That was remarkably diplomatic, Brad.


----------



## StradivariusBone (Mar 14, 2014)

How is it for recording? Isn't that what they designed it for, with Studio One? I've seen only one in action as a church's FOH console and wasn't blown away as far as digital goes for live sound reinforcement.


Sent from my iPhone using Tapatalk


----------



## Eboy87 (Mar 14, 2014)

Put it this way: it's great for plugging a few mics into and dumping the tracks to a laptop. Having mixed several bands (MON and FOH) on one, I'd rather visit the dentist.


----------



## StradivariusBone (Mar 14, 2014)

Point taken! That's kinda my reaction to seeing it run. I was assisting them with a video feed to a satellite room and only had to work with it enough to configure an aux for the feed. It seemed a bit laborious even compared to a solid analog, but they weren't using it to record anything though. I do like other PreSonus products I've used as well as StudioOne.


Sent from my iPhone using Tapatalk


----------



## Datte83 (Mar 18, 2014)

Anyone that has experiens of wireless lav mics 2.4 GHz (WiFi) for musicals/singing ? Good becaus it's licens free all over the world.

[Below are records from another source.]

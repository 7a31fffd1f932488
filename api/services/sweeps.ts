import { and, eq, inArray, isNull, lt, ne, sql } from 'drizzle-orm';
import { describeAlert } from '@shared/alerts/describe-alert';
import { evaluateOverdue } from '@shared/alerts/overdue';
import {
  deviceStaleAfter,
  evaluateStaleDevice,
  reportingGaps,
  reportingGapsSampled,
  reportingRhythmLookBackMs,
} from '@shared/alerts/stale-device';
import { parameterCatalogue, parametersFor } from '@shared/parameters/catalogue';
import type { ParameterKey } from '@shared/parameters/keys';
import type { AppDeps } from '../deps';
import { alerts, auditEvents, companies, devices, readings, tanks } from '../db/schema/index';
import { withTankAlerts, type NewAlert } from './alert-store';

/**
 * One sweep's verdict on one subject: open `alert` while the condition holds, else resolve
 * whatever is open under `ruleKey`. Each runs under its tank's lock, like every alert change.
 */
async function settle(deps: AppDeps, tankId: string, ruleKey: string, alert: NewAlert | null, now: Date) {
  return withTankAlerts(deps.db, tankId, async (store) => {
    if (alert) return store.open(alert);
    const open = await store.findOpen(ruleKey);
    return open ? store.resolve(open, { at: now }) : null;
  });
}

/**
 * Each device's latest report times, for every device in one statement: one backward probe of
 * readings_device_key per device and parameter, no further back than `reportingRhythmLookBackMs`
 * before the device was last seen (so only the latest month partitions are read). A device never
 * seen has sent nothing to read.
 */
async function recentReports(
  deps: AppDeps,
  devicesSeen: readonly { id: string; lastSeenAt: Date | null }[],
): Promise<Map<string, Date[]>> {
  const reports = new Map<string, Date[]>(devicesSeen.map(({ id }) => [id, []]));
  const seen = devicesSeen.filter(
    (device): device is { id: string; lastSeenAt: Date } => device.lastSeenAt !== null,
  );
  if (seen.length === 0) return reports;
  const result = await deps.db.execute<{ device_id: string; at: string }>(sql`
    select d.id as device_id, t.at
    from unnest(
      ${sql.param(seen.map((device) => device.id))}::uuid[],
      ${sql.param(seen.map((device) => new Date(device.lastSeenAt.getTime() - reportingRhythmLookBackMs).toISOString()))}::timestamptz[]
    ) as d(id, since)
    cross join lateral (
      select distinct m.measured_at as at
      from unnest(enum_range(null::parameter_key)) as p(parameter)
      cross join lateral (
        select r.measured_at from readings r
        where r.device_id = d.id and r.parameter = p.parameter and r.measured_at >= d.since
        order by r.measured_at desc
        limit ${reportingGapsSampled + 1}
      ) m
      order by at desc
      limit ${reportingGapsSampled + 1}
    ) t`);
  for (const row of result.rows) reports.get(row.device_id)!.push(new Date(row.at));
  return reports;
}

/**
 * A device silent for longer than three of its usual intervals (at least 30 minutes, the rule tank
 * health uses: `deviceStaleAfter`) opens one alert; its next reading closes it.
 */
export async function sweepStaleDevices(deps: AppDeps): Promise<string[]> {
  const now = deps.clock();
  const rows = await deps.db
    .select({
      device: devices,
      tankName: tanks.name,
      timeZone: sql<string>`coalesce(${tanks.timeZone}, ${companies.timeZone})`,
    })
    .from(devices)
    .innerJoin(tanks, eq(tanks.id, devices.tankId))
    .innerJoin(companies, eq(companies.id, tanks.companyId))
    .where(isNull(devices.revokedAt));
  const reports = await recentReports(
    deps,
    rows.map(({ device }) => device),
  );
  // Alerts of this kind not yet resolved: a device whose verdict matches needs no transaction.
  const unresolved = new Set(
    (
      await deps.db
        .select({ ruleKey: alerts.ruleKey })
        .from(alerts)
        .where(and(eq(alerts.kind, 'device-stale'), ne(alerts.status, 'resolved')))
    ).map((row) => row.ruleKey),
  );
  const events: string[] = [];
  for (const { device, tankName, timeZone } of rows) {
    const ruleKey = `device-stale:${device.id}`;
    const staleAfterMs = deviceStaleAfter(reportingGaps(reports.get(device.id)!));
    const outcome = evaluateStaleDevice(device, now, staleAfterMs);
    // Still silent with its alert open, or reporting with none: nothing to change. Otherwise the
    // tank's lock and a fresh read in settle() decide, so a change made meanwhile is respected.
    if (outcome.stale === unresolved.has(ruleKey)) continue;
    let alert: NewAlert | null = null;
    if (outcome.stale) {
      const text = describeAlert(
        {
          kind: 'device-stale',
          deviceName: device.name,
          lastSeen: device.lastSeenAt,
          silentForMs: outcome.silentForMs,
        },
        { tankName, timeZone },
      );
      alert = {
        companyId: device.companyId,
        kind: 'device-stale',
        ruleKey,
        parameter: null,
        severity: text.severity,
        title: text.title,
        body: text.body,
        value: null,
        limitValue: null,
        direction: null,
        at: now,
      };
    }
    const eventId = await settle(deps, device.tankId, ruleKey, alert, now);
    if (eventId) events.push(eventId);
  }
  return events;
}

/**
 * Home tests that are due: for each tank and each parameter it has been tested for by hand,
 * a low-urgency notice once the test interval has passed; a new reading closes it.
 */
export async function sweepOverdueTests(deps: AppDeps): Promise<string[]> {
  const now = deps.clock();
  const latest = await deps.db
    .select({
      tankId: readings.tankId,
      companyId: tanks.companyId,
      tankName: tanks.name,
      waterType: tanks.waterType,
      timeZone: sql<string>`coalesce(${tanks.timeZone}, ${companies.timeZone})`,
      parameter: readings.parameter,
      lastAt: sql<Date>`max(${readings.measuredAt})`.mapWith((v: string) => new Date(v)),
    })
    .from(readings)
    .innerJoin(tanks, eq(tanks.id, readings.tankId))
    .innerJoin(companies, eq(companies.id, tanks.companyId))
    .where(inArray(readings.source, ['home-test', 'visit']))
    .groupBy(
      readings.tankId,
      tanks.companyId,
      tanks.name,
      tanks.waterType,
      tanks.timeZone,
      companies.timeZone,
      readings.parameter,
    );
  const events: string[] = [];
  for (const row of latest) {
    const parameter = row.parameter as ParameterKey;
    const interval = parameterCatalogue[parameter].homeTestIntervalMs;
    if (interval === null || !parametersFor(row.waterType).includes(parameter)) continue;
    const ruleKey = `test-overdue:${parameter}`;
    const outcome = evaluateOverdue(row.lastAt, interval, now);
    let alert: NewAlert | null = null;
    if (outcome.overdue) {
      const text = describeAlert(
        { kind: 'test-overdue', parameter, lastMeasuredAt: row.lastAt, intervalMs: interval, now },
        { tankName: row.tankName, timeZone: row.timeZone },
      );
      alert = {
        companyId: row.companyId,
        kind: 'test-overdue',
        ruleKey,
        parameter,
        severity: outcome.severity,
        title: text.title,
        body: text.body,
        value: null,
        limitValue: null,
        direction: null,
        at: now,
      };
    }
    const eventId = await settle(deps, row.tankId, ruleKey, alert, now);
    if (eventId) events.push(eventId);
  }
  return events;
}

/**
 * Audit entries older than AUDIT_RETENTION_DAYS are deleted, the one deletion the table's trigger
 * lets through: the setting is local to this transaction, so no other statement ever has it.
 */
export async function purgeExpiredAudit(deps: AppDeps): Promise<number> {
  const cutoff = new Date(deps.clock().getTime() - deps.env.AUDIT_RETENTION_DAYS * 24 * 60 * 60_000);
  return deps.db.transaction(async (tx) => {
    await tx.execute(sql`set local brinewatch.audit_purge = 'on'`);
    const result = await tx.delete(auditEvents).where(lt(auditEvents.at, cutoff));
    return result.rowCount ?? 0;
  });
}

Behringer got a modell called ULTRALINK ULM200LAV. I also know that Line 6 has awell but they have big problems with dropouts.


----------



## Eboy87 (Mar 18, 2014)

I would rather use VocoPro than Behringer's wireless mics. I have no experience with the Line 6 stuff, but I knew people using their digital stuff for measurement mics. Personally, I would shy away from WiFi bands, though I have no solid evidence to back it up. I just feel like there's too much crap spewing RF in those bands. If you're looking for something with decent frequency density, I think ULX-D is the best bet right now, though exponentially more expensive than the Behringer crap.

Especially in theatre, wireless mics are the one thing you shouldn't cheap out on. The last thing you want is to have a mic dropout when Diva McLeadingactress is onstage for her penultimate solo. The range on the cheap stuff isn't that great, they don't sound particular good, and they break easily. A minor pet peeve is the cheap ones use 9V instead of AA batteries. Shure has relatively cheap systems with the SLX series (they lack in features, ie gain settings, RF meter, but they're pretty durable), and the Sennheiser stuff isn't bad either (my preference is the 500 Series and above Sennheiser, but most venues around here are using Shure ULX or UHF-R).


----------



## museav (Mar 19, 2014)

Some people seem to love their 2.4GHz wireless mics, others seem to have experienced all sorts of problems with them. I know that I have worked with several universities and coporations that will not consider or allow such systems without their IT staff being aware of them and able to remotely manage or control them, if they allow them at all.


----------



## Datte83 (Mar 27, 2014)

Ok thanks thought so myself


----------